Cloud contracts in financial services: issues beyond regulation


When it comes to service levels, if companies are able to negotiate with the service provider on their standard offering, the main things to consider are the strength of the commitment to meet the service level agreements ( ALS). Companies will want to avoid loose obligations of “objectives” or “reasonable efforts”. In most cases, the SLA the business will care about most is “uptime” – businesses can’t control things like an internet outage, but there are a number of things to consider. These include:

  • The definition of “Available” – clearly indicating that this means that the solution is working according to the specification. Companies should pay attention to ‘grace periods’ before corrective action can be triggered – this may be acceptable to companies, but they will want to ensure that these periods are not so long as to jeopardize the corrective action.
  • Availability exclusions – it is reasonable for there to be ‘scheduled maintenance’, but companies will want to ensure that this work is carried out outside of their normal working hours, except in an emergency. Businesses should be aware that the “normal working hours” of suppliers based in the US will be different from those where they operate in the UK or elsewhere in Europe. Companies should also try, where possible, to negotiate so that planned maintenance is not scheduled during relevant peak periods, such as the end of the year. Companies should additionally pay attention to permitted “holidays” for planned maintenance periods – which can have unintended consequences if the service provider is, for example, based in the United States.
  • Make sure the uptime calculation is simple – include a worked example if needed to ensure everyone is on the same page.
  • Pay attention to customer dependencies – these are likely to trigger a liability waiver for the cloud service provider if not met, so it is important that the financial institution reviews them carefully, ensures that the drafting is specific enough and then ensures operational processes are in place to ensure they are adhered to.

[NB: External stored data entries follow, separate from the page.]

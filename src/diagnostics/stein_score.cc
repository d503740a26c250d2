// PosteriorScore: log pi(theta) and grad log pi(theta) of a run's target over all its
// training rows (include/credence/run_stein.h, docs/methods.md section 11).
#include <fmt/format.h>

#include <algorithm>
#include <cmath>

#include "credence/run_stein.h"

namespace credence {

struct PosteriorScore::Impl {
  Potential<double> potential;
  Eigen::MatrixXd x;                 // (D, N)
  std::vector<std::int32_t> labels;  // (N)
  double temperature = 1;
  Tempering tempering = Tempering::kWholePosterior;
  bool learned = false;
  // Learned scale: per block the marginal prior's exponent A_b and rate r_b, so that
  // log p(theta_b) = -A_b log(r_b + ||theta_b||^2 / 2) + const.
  std::vector<double> exponent;
  std::vector<double> rate;
  Eigen::VectorXd gradient;     // (P) workspace for grad U
  Eigen::VectorXd fixed_prior;  // (P) lambda theta of the fixed prior

  // The factor on the summed log-likelihood that the potential leaves out: 1/T under
  // whole-posterior tempering (U is untempered), 1 under likelihood tempering (the
  // potential already holds the 1/T).
  double likelihood_factor() const {
    return tempering == Tempering::kWholePosterior ? 1 / temperature : 1.0;
  }
};

PosteriorScore::PosteriorScore(std::unique_ptr<Impl> impl) : impl_(std::move(impl)) {}
PosteriorScore::PosteriorScore(PosteriorScore&&) noexcept = default;
PosteriorScore& PosteriorScore::operator=(PosteriorScore&&) noexcept = default;
PosteriorScore::~PosteriorScore() = default;

bool PosteriorScore::learned_prior() const { return impl_->learned; }

Result<PosteriorScore> PosteriorScore::create(const ParamLayout& layout, const PriorSpec& prior,
                                              double temperature, Tempering tempering,
                                              Eigen::MatrixXd x, std::vector<std::int32_t> labels) {
  if (!(temperature > 0) || !std::isfinite(temperature)) {
    return Status::invalid_input(fmt::format(
        "Stein score: temperature {}; the target is a distribution only for T > 0", temperature));
  }
  if (x.cols() < 1 || x.cols() != static_cast<Index>(labels.size())) {
    return Status::invalid_input(
        fmt::format("Stein score: {} training columns and {} labels; give one label per row",
                    x.cols(), labels.size()));
  }
  PotentialSettings settings;
  settings.num_train_rows = x.cols();
  settings.max_batch_rows = std::min<Index>(x.cols(), 1024);
  settings.temperature = temperature;
  settings.tempering = tempering;
  settings.learn_prior_scale = false;  // the precisions stay at the spec's fixed values
  Result<Potential<double>> potential = Potential<double>::create(layout, prior, settings);
  if (!potential.ok()) return potential.status();
  auto impl = std::unique_ptr<Impl>(new Impl{std::move(*potential),
                                             std::move(x),
                                             std::move(labels),
                                             temperature,
                                             tempering,
                                             prior.learn_scale,
                                             {},
                                             {},
                                             {},
                                             {}});
  if (impl->learned) {
    // docs/methods.md section 11: integrating lambda_b ~ Gamma(a, r) out of the (tempered)
    // joint leaves (r + ||theta_b||^2/2)^(-A_b), A_b = (a - 1 + d_b/2)/T + 1 under
    // whole-posterior tempering and a + d_b/2 otherwise (the Gibbs draw of section 15).
    const GaussianPrior& p = impl->potential.prior();
    const double a = prior.hyper_shape;
    for (Index b = 0; b < p.num_blocks(); ++b) {
      const double d = static_cast<double>(p.block_size(b));
      const double lambda = p.block_precisions()[static_cast<std::size_t>(b)];
      impl->rate.push_back(prior.hyper_rate ? *prior.hyper_rate : a / lambda);
      impl->exponent.push_back(
          tempering == Tempering::kWholePosterior ? (a - 1 + d / 2) / temperature + 1 : a + d / 2);
    }
  }
  return PosteriorScore(std::move(impl));
}

Result<double> PosteriorScore::log_density(const Eigen::VectorXd& theta) {
  Impl& s = *impl_;
  Result<double> u = s.potential.value_full(theta, s.x, s.labels);
  if (!u.ok()) return u.status();
  const GaussianPrior& prior = s.potential.prior();
  const double fixed_neg_log_prior = prior.neg_log_density<double>(theta);
  // U = -log p_fixed - (factor the potential applies) sum log lik.
  const double log_lik = -(*u - fixed_neg_log_prior);
  if (!s.learned) return s.likelihood_factor() * (log_lik - fixed_neg_log_prior);
  double log_prior = 0;
  for (Index b = 0; b < prior.num_blocks(); ++b) {
    const auto i = static_cast<std::size_t>(b);
    log_prior -=
        s.exponent[i] * std::log(s.rate[i] + prior.block_squared_norm<double>(theta, b) / 2);
  }
  return s.likelihood_factor() * log_lik + log_prior;
}

Status PosteriorScore::score(const Eigen::VectorXd& theta, Eigen::VectorXd& score) {
  Impl& s = *impl_;
  s.gradient.resize(theta.size());
  Result<double> u = s.potential.evaluate_full(theta, s.x, s.labels, s.gradient);
  if (!u.ok()) return u.status();
  const GaussianPrior& prior = s.potential.prior();
  s.fixed_prior.setZero(theta.size());
  prior.add_gradient<double>(s.fixed_prior, theta);
  // grad of the (scaled) log-likelihood = -(grad U - lambda theta).
  score = s.likelihood_factor() * (s.fixed_prior - s.gradient);
  if (!s.learned) {
    score -= s.likelihood_factor() * s.fixed_prior;
    return Status::ok_status();
  }
  for (Index b = 0; b < prior.num_blocks(); ++b) {
    const auto i = static_cast<std::size_t>(b);
    const double q = s.rate[i] + prior.block_squared_norm<double>(theta, b) / 2;
    score.segment(prior.block_offset(b), prior.block_size(b)) -=
        (s.exponent[i] / q) * theta.segment(prior.block_offset(b), prior.block_size(b));
  }
  return Status::ok_status();
}

}  // namespace credence
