struct PredictCsvOptions {
  /// How the input is read. Use the run's stored delimiter and missing-value tokens.
  /// Id, target and categorical columns are added to its text columns.
  ReadOptions read;
  /// Columns passed through first, as written. Empty (default): the run's id columns
  /// that the input has. A name the input lacks is an error.
  std::vector<std::string> id_columns;
  /// With a value, a `refer` column holds 1 where the chosen uncertainty exceeds it.
  /// Default none.
  std::optional<double> flag_above;
  /// The uncertainty compared with flag_above. Default: predictive entropy.
  FlagBy flag_by = FlagBy::kEntropy;
  /// Input columns passed through after the id columns, as written (--keep). A name the
  /// input lacks is an error. Default none.
  std::vector<std::string> keep_columns;
  /// Two classes only: the class whose probability the threshold and the interval follow
  /// (resolve_positive_class). Default 1, the class that sorts second.
  int positive_class = 1;
  /// Two classes only: `predicted` is the positive class where its probability is at
  /// least this, else the other class. Empty (default): the most probable class.
  std::optional<double> threshold;
  /// Level of the per-row credible interval of the positive class's probability (each
  /// class's, for more than two) across kept samples; 0 writes none. Default 0.90.
  double interval_level = 0.90;
  /// A row is marked `outside` when its farthest_z exceeds this or it holds an unseen
  /// category. Default 10 (docs/predictions-csv.md: measured on shipped tables).
  double outside_z = 10;
  /// Bytes of CSV read and parsed at a time (whole records). Default 4 MiB: a parsed
  /// piece takes about ten times its bytes (numbers, interned text, line starts), so
  /// predict's peak stays near 75 MB whatever the file's length.
  std::int64_t chunk_bytes = std::int64_t{4} << 20;
};

/// What predict_csv did.
struct PredictCsvSummary {
  std::int64_t rows = 0;                     // rows predicted
  Index samples = 0;                         // kept samples averaged
  std::int64_t flagged = 0;                  // rows with refer = 1
  std::int64_t clamped = 0;                  // rows whose MI was clamped to 0 (rounding)
  std::int64_t outside = 0;                  // rows marked outside the training range
  bool row_numbers = false;                  // a `row` column was written (no id column)
  std::vector<std::string> id_columns;       // passed through
  bool target_passed = false;                // the target column was passed through
  std::vector<std::string> ignored_columns;  // input columns the model does not use
  std::vector<UnseenCategories> unseen;      // per column, summed over the file (logged once)
};

/// Predicts every row of `input_path` and writes `output_path`: the id columns, the
/// target if present, `p_<class>` per class, `predicted` (class name), `confidence`,
/// `entropy`, `expected_entropy`, `mutual_information` and, with flag_above, `refer`.
/// Rows are processed in blocks of at most predictor.block_rows() (each streamed piece cut
/// into an even number of equal blocks), in parallel, and written in
/// input order to a temporary file renamed over `output_path` at the end, so a failure
/// leaves no output. Returns kInvalidInput (naming file, line, column) for bad input
/// and kIoError when the output cannot be written. The output is byte-identical for
/// any thread count.
Result<PredictCsvSummary> predict_csv(const Predictor& predictor, const std::string& input_path,
                                      const std::string& output_path,
                                      const PredictCsvOptions& options);

}  // namespace credence
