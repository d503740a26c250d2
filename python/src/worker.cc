// run_watched: a library call on its own thread, its progress and Ctrl-C handled from
// the Python thread that waits for it.
#include "worker.h"

#include <atomic>
#include <chrono>
#include <condition_variable>
#include <mutex>
#include <optional>
#include <thread>

namespace py = pybind11;

namespace credence::python {
namespace {

// The newest progress, handed from the run's writer thread to the caller's thread.
struct ProgressBox {
  std::mutex mutex;
  std::condition_variable changed;
  std::optional<TrainProgress> latest;
  bool done = false;
};

}  // namespace

Status run_watched(const std::function<Status(const TrainHooks&)>& job,
                   const std::function<void(py::dict)>& progress) {
  std::atomic<bool> stop{false};
  ProgressBox box;
  TrainHooks hooks;
  hooks.stop = &stop;
  hooks.progress = [&box](const TrainProgress& p) {
    std::lock_guard<std::mutex> lock(box.mutex);
    box.latest = p;
  };
  Status result;
  std::thread worker([&] {
    result = job(hooks);
    std::lock_guard<std::mutex> lock(box.mutex);
    box.done = true;
    box.changed.notify_all();
  });
  bool interrupted = false;
  for (bool done = false; !done;) {
    std::optional<TrainProgress> latest;
    {
      py::gil_scoped_release release;
      std::unique_lock<std::mutex> lock(box.mutex);
      box.changed.wait_for(lock, std::chrono::milliseconds(250), [&] { return box.done; });
      done = box.done;
      latest.swap(box.latest);
    }
    if (PyErr_CheckSignals() != 0) {  // Ctrl-C: stop at the next step, commit, return
      PyErr_Clear();
      stop.store(true);
      interrupted = true;
    }
    if (latest && progress) {
      py::dict p;
      p["label"] = latest->label;
      p["total_steps"] = latest->total_steps;
      p["total_samples"] = latest->total_samples;
      p["steps_done"] = latest->steps_done;
      p["kept"] = latest->kept;
      p["loss"] = latest->loss;
      p["finished"] = latest->finished;
      try {
        progress(p);
      } catch (py::error_already_set& e) {
        stop.store(true);
        // Ctrl-C while the display ran: the same clean stop as above.
        if (e.matches(PyExc_KeyboardInterrupt)) {
          interrupted = true;
          continue;
        }
        // A failing display: the run is stopped and committed, then its error raised.
        {
          py::gil_scoped_release release;
          worker.join();
        }
        throw;
      }
    }
  }
  worker.join();
  if (interrupted && result.ok()) result = Status::interrupted("interrupted");
  return result;
}

}  // namespace credence::python
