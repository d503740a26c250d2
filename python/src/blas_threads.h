// with_one_blas_thread (bindings.h): OpenBLAS's thread count is process-wide, shared with
// numpy when numpy uses the same OpenBLAS, so it is put back after each call.
#pragma once

#include <utility>

#ifdef CREDENCE_HAVE_BLAS
extern "C" void openblas_set_num_threads(int);
extern "C" int openblas_get_num_threads(void);
#endif

namespace credence::python {

/// Runs `work` with BLAS on one thread, as the CLI does for predict and assess (row
/// blocks run in parallel with OpenMP), restoring the caller's BLAS thread count after.
template <typename Work>
auto with_one_blas_thread(Work&& work) {
#ifdef CREDENCE_HAVE_BLAS
  struct Restore {
    int threads = openblas_get_num_threads();
    ~Restore() { openblas_set_num_threads(threads); }
  } restore;
  openblas_set_num_threads(1);
#endif
  return std::forward<Work>(work)();
}

}  // namespace credence::python
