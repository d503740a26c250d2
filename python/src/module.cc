// The compiled half of `import credence`: bindings over the library. The pure-Python
// package (python/credence/) wraps these in pandas-friendly calls.
#include <pybind11/pybind11.h>

#include "credence/version.h"
#include "bindings.h"

PYBIND11_MODULE(_credence, m) {
  m.doc() = "credence's library calls; use the `credence` package, not this module";
  m.attr("__version__") = credence::kVersion;
  credence::python::register_status_errors(m);
  credence::python::bind_run(m);
  credence::python::bind_predict(m);
  credence::python::bind_assess(m);
}
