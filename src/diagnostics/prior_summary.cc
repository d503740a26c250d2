// summarize_prior_precisions: mean and central interval of each block's learned precision.
#include "credence/prior_summary.h"

#include <cmath>

#include "diagnostics/quantile.h"

namespace credence {

double BlockPrecision::sd_at_mean() const { return mean > 0 ? 1 / std::sqrt(mean) : NAN; }

std::vector<BlockPrecision> summarize_prior_precisions(const Eigen::MatrixXd& precisions) {
  std::vector<BlockPrecision> blocks;
  for (Eigen::Index row = 0; row < precisions.rows(); ++row) {
    std::vector<double> values;
    for (Eigen::Index s = 0; s < precisions.cols(); ++s) {
      if (std::isfinite(precisions(row, s))) values.push_back(precisions(row, s));
    }
    if (values.empty()) continue;
    BlockPrecision b;
    b.layer = static_cast<int>(row / 2) + 1;
    b.biases = row % 2 == 1;
    b.samples = static_cast<std::int64_t>(values.size());
    double sum = 0;
    for (double v : values) sum += v;
    b.mean = sum / static_cast<double>(values.size());
    b.lo = linear_quantile(values, kPrecisionIntervalLow);
    b.hi = linear_quantile(values, kPrecisionIntervalHigh);
    blocks.push_back(b);
  }
  return blocks;
}

}  // namespace credence
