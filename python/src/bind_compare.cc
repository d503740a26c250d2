// compare: run_compare_job (credence/compare.h) from Python, with the CLI's defaults,
// refusals and summary files, on a thread of its own watched from Python (worker.h).
#include <pybind11/functional.h>
#include <pybind11/pybind11.h>
#include <pybind11/stl.h>

#include <set>
#include <string>
#include <vector>

#include "bindings.h"
#include "compare/compare_extend.h"
#include "credence/compare.h"
#include "data_keywords.h"
#include "status_error.h"
#include "worker.h"

namespace py = pybind11;

namespace credence::python {
namespace {

// "32,32" from [32, 32]; "none" from []: the text compare's --hidden reads.
std::string widths_text(const std::vector<long long>& widths) {
  if (widths.empty()) return "none";
  std::string text;
  for (long long w : widths) text += (text.empty() ? "" : ",") + std::to_string(w);
  return text;
}

// `options` holds only the keywords the caller gave, named as compare's flags with
// underscores; the others keep the flags' defaults.
py::dict compare(const std::string& data_path, const std::string& out_dir,
                 const py::dict& options, const std::function<void(py::dict)>& progress) {
  auto has = [&](const char* key) { return options.contains(key); };
  CompareRequest r;
  r.data_path = data_path;
  r.out_dir = out_dir;
  read_data_keywords(options, r.data);
  CompareLists lists{.methods = "adam,rsgd,sgld,sghmc,rsghmc"};
  if (has("methods")) lists.methods = keyword<std::string>(options, "methods");
  if (has("hidden")) lists.hidden = widths_text(keyword<std::vector<long long>>(options, "hidden"));
  if (has("activation")) r.activation = keyword<std::string>(options, "activation");
  if (has("linear_path")) r.linear_path = keyword<bool>(options, "linear_path");
  if (has("epochs")) r.epochs = keyword<double>(options, "epochs");
  if (has("chains")) r.chains = keyword<int>(options, "chains");
  if (has("batch")) r.batch_rows = keyword<std::int64_t>(options, "batch");
  r.samples_given = has("samples");
  if (r.samples_given) r.samples = keyword<std::int64_t>(options, "samples");
  if (has("bootstrap")) r.bootstrap = keyword<int>(options, "bootstrap");
  r.extend_seconds = kExtendSeconds;
  lists.extend_given = has("extend_seconds");
  if (lists.extend_given) r.extend_seconds = keyword<double>(options, "extend_seconds");
  if (has("chain_seed")) r.chain_seed = keyword<std::uint64_t>(options, "chain_seed");
  if (has("truth")) r.truth_path = keyword<std::string>(options, "truth");
  const std::vector<Method> methods = take(complete_compare_request(r, lists));
  for (Method m : methods) r.entries.push_back(compare_entry(m));
  r.command_line = "credence.compare (Python)";

  CompareSummary summary;
  raise_if_error(run_watched(
      [&](const TrainHooks& hooks) {
        r.hooks = hooks;
        Result<CompareSummary> done = run_compare_job(r);
        if (!done.ok()) return done.status();
        summary = std::move(*done);
        return Status::ok_status();
      },
      progress));
  py::dict out;
  out["text"] = summary.text;
  out["csv"] = summary.csv;
  out["json"] = summary.json;
  return out;
}

}  // namespace

void bind_compare(py::module_& m) {
  m.def("compare", &compare, py::arg("data_path"), py::arg("out_dir"), py::arg("options"),
        py::arg("progress") = std::function<void(py::dict)>{},
        "Compares methods into out_dir as `credence compare` does; options are the keywords "
        "given. Returns the texts of summary.txt, summary.csv and summary.json.");
}

}  // namespace credence::python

Many service providers will not commit to proactively reporting SLAs, so the financial institution may need to track this themselves and request service credits if necessary.


There is often a real imbalance between the cost of the solution and the risks that would arise if things went wrong. This can complicate liability negotiations.

At its core, it’s about risk sharing and how much risk the service provider is willing to take – their position will often be that they don’t want to be liable for more than the annual fee. It can also be difficult to get service providers to accept liability outside the cap. This seems particularly shocking in the case of loss of data, which we often see completely excluded by providers, in cases where, in our opinion, this is in fact the primary obligation of the provider under the agreement – such as when contracted to host the data.

Provisions governing liability for data loss also require careful consideration. The service provider may state that their obligation is limited to restoring from the latest backup – it is important to know who is actually responsible for backups and how often this happens.

We’re starting to see more and more service providers agreeing to ‘super caps’ for data protection liability – it’s very rare that this is accepted on an unlimited basis in SaaS contracts. Other areas that financial institutions will want to consider for higher liability caps, if not accepted on an unlimited basis, are breach of confidentiality or third party intellectual property rights.

Some service providers ask financial institutions to accept unlimited liability in areas that may not always be seen as “the norm”. A good example of this is breaching the service provider’s acceptable use policy – ​​however, depending on the nature of the SaaS solution, it may be justified for the financial institution to accept this level of liability. We’ve seen this become more common in SaaS vendors providing platforms for customer use.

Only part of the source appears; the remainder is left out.